>>>>>

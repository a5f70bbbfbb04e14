package bakeoff

import (
	"bytes"
	"fmt"
	"testing"
)

// BenchmarkRead reads files of 10, 100 and 1,000 series of 48 periods.
func BenchmarkRead(b *testing.B) {
	for _, n := range []int{10, 100, 1000} {
		var buf bytes.Buffer
		buf.WriteString("series,category,period,value,role\n")
		for s := range n {
			for t := range 48 {
				role := "fit"
				if t >= 40 {
					role = "test"
				}
				fmt.Fprintf(&buf, "S%d,MICRO,%d,%d.25,%s\n", s, t+1, 1000+s+t*3, role)
			}
		}
		input := buf.Bytes()
		b.Run(fmt.Sprintf("series=%d", n), func(b *testing.B) {
			b.ReportAllocs()
			b.SetBytes(int64(len(input)))
			for b.Loop() {
				if _, err := Read(bytes.NewReader(input)); err != nil {
					b.Fatal(err)
				}
			}
		})
	}
}
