"""The project file: a whole job's lines, services and surroundings in one TOML file.

A project file has six kinds of table (see ``examples/*.toml``; every key, with its unit
and default, in ``docs/project-file.md``)::

    [project]               name, units ("si" or "us"), currency, code, cost_table, code_tables
    [energy]                price, co2, efficiency, cop, hours, discount_rate, life, escalation,
                            maintenance
    [conditions.<name>]     air, rh, wind, surroundings, altitude or air_pressure, orientation,
                            height, outer_h
    [services.<name>]       fluid, temperature or steam_pressure, material, finish, emittance,
                            series, schedule, pipe_material, criteria and their keys, flow,
                            velocity, inner_h, code, cost_table, and the energy keys
    [[lines]]               service, size (or od and wall), length, condition, tag, fittings,
                            and per-line overrides: material, thickness, finish, emittance,
                            pipe_material, orientation, height
    [report]                project, number, client, revision, date, prepared_by, checked_by
                            (the title block of the HTML and XLSX reports; text)

Every value is read by :func:`pipeins.inputs.parse_value`, the reader the command line
uses too, so the file and the flags accept and refuse the same things.  Quantities are
text with their unit (``"82 C"``, ``"2 in"``, ``"120 m"``, ``"10 barg"``, ``"0.09/kWh"``); a
bare number takes the unit of the project's unit system.  Paths are relative to the
project file.

A line that overrides its service's build-up (material, thickness, finish …) or its
location (orientation, height) is scheduled under a service or location of its own,
named after the original with the overrides, e.g. ``hot water (cellular glass)`` or
``plant_room (vertical, 12 m)``.

:func:`load_project` reads and checks the whole file and raises ONE :class:`ProjectError`
that lists every problem, each as ``<file>: line <n> (<entry>): <key>: <message>``.

>>> text = '''
... [project]
... name = "Demo"
... [conditions.room]
... air = "20 C"
... [services.hot]
... temperature = "80 C"
... material = "mineral wool"
... [[lines]]
... service = "hot"
... size = "NPS 2"
... length = "10 m"
... condition = "room"
... '''
>>> project = parse_project(text, "demo.toml")
>>> project.lines[0].size.label, project.lines[0].length_m, project.services["hot"].temp_c
('NPS 2', 10.0, 80.0)
>>> parse_project(text.replace("mineral wool", "glas wool"), "demo.toml")
Traceback (most recent call last):
...
pipeins.project.ProjectError: demo.toml: line 8 (service "hot"): material: unknown material "glas wool"; did you mean "glass wool"?
"""
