def _heat_flow_at_surface(cases, network, at, out, rtol, max_steps=50):
    """Heat flow of the cases *at* from the conduction side, their surface temperature fixed.

    For cases stopped on the surface temperature (resolved to floating point, but with q
    not yet to *rtol*, as when A·h·R is huge or the flow is tiny), q is the root of
    march(q) = Ts: Newton steps on the march alone (decreasing in q, derivative exact),
    no outer-film evaluation.  A step that is not finite keeps the previous q.
    """
    sub = {k: v[at] for k, v in cases.items()}
    x, q = out["x"][at], out["q"][at]
    for _ in range(max_steps):
        ts, dts_dq = network.surface(sub, q)
        dq = (x - ts) / dts_dq
        q_new = np.where(np.isfinite(dq), q + dq, q)
        settled = ~(np.abs(q_new - q) > rtol * np.abs(q_new))
        q = q_new
        if np.all(settled):
            break
    out["q"][at] = q


def _limit_note(code, layer_index, material, temps, limit_c):
    """A layer's service-limit note: one temperature, or the span of the cases' temperatures."""
    from .notes import note

    lo, hi = float(np.min(temps)), float(np.max(temps))
    common = dict(layer=str(layer_index), material=material.name, limit_c=(limit_c, "temperature"))
    if abs(hi - lo) < 0.05:
        return note(code, **common, temp_c=(lo, "temperature"))
    return note(code + ".span", **common, low_c=(lo, "temperature"), high_c=(hi, "temperature"))


def _warnings(layers, fits, temps, h_total, outer_radius, shape) -> list:
    """Notes that travel with the result (:class:`pipeins.notes.Note`): a layer beyond its
    material's service range (``layer.above_service_limit``, ``layer.below_service_limit``,
    ``….span`` over several cases), the outer radius below the critical radius
    (``layer.below_critical_radius``)."""
    out = []
    for j, layer in enumerate(layers):
        mat = layer.material
        hot = np.maximum(temps[j + 1], temps[j + 2])
        cold = np.minimum(temps[j + 1], temps[j + 2])
        over = hot > mat.max_temp_c
        under = cold < mat.min_temp_c
        if np.any(over):
            out.append(_limit_note("layer.above_service_limit", j + 1, mat, hot[over], mat.max_temp_c))
        if np.any(under):
            out.append(_limit_note("layer.below_service_limit", j + 1, mat, cold[under], mat.min_temp_c))
    if layers and outer_radius is not None:
        outer_fit, outer_layer = fits[-1], layers[-1]
        k_mean = outer_fit.conductivity(0.5 * (temps[-1] + temps[-2]))
        r_c = shape.critical_radius_m(k_mean, h_total)
        below = outer_radius < r_c
        if np.any(below):
            from .notes import note

            out.append(note("layer.below_critical_radius", radius_m=(float(np.max(r_c[below])), "diameter"),
                            material=outer_layer.material.name))
    return out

<<<<<

Goal of the exercise
Word for word, output the lines of the data from its first line through the line where "height, outer_h" appears, and stop there.

Solution to the problem
repository a5f70bbbfbb04e14
package bakeoff

import (
	"bytes"
	"fmt"
	"testing"
)

// BenchmarkRead reads files of 10, 100 and 1,000 series of 48 periods.
func BenchmarkRead(b *testing.B) {
	for _, n := range []int{10, 100, 1000} {
		var buf bytes.Buffer
		buf.WriteString("series,category,period,value,role\n")
		for s := range n {
			for t := range 48 {
				role := "fit"
				if t >= 40 {
					role = "test"
				}
				fmt.Fprintf(&buf, "S%d,MICRO,%d,%d.25,%s\n", s, t+1, 1000+s+t*3, role)
			}
		}
		input := buf.Bytes()
		b.Run(fmt.Sprintf("series=%d", n), func(b *testing.B) {
			b.ReportAllocs()
			b.SetBytes(int64(len(input)))
			for b.Loop() {
				if _, err := Read(bytes.NewReader(input)); err != nil {
					b.Fatal(err)
				}
			}
		})
	}
}
"""The project file: a whole job's lines, services and surroundings in one TOML file.

A project file has six kinds of table (see ``examples/*.toml``; every key, with its unit
and default, in ``docs/project-file.md``)::

    [project]               name, units ("si" or "us"), currency, code, cost_table, code_tables
    [energy]                price, co2, efficiency, cop, hours, discount_rate, life, escalation,
                            maintenance
    [conditions.<name>]     air, rh, wind, surroundings, altitude or air_pressure, orientation,
                            height, outer_h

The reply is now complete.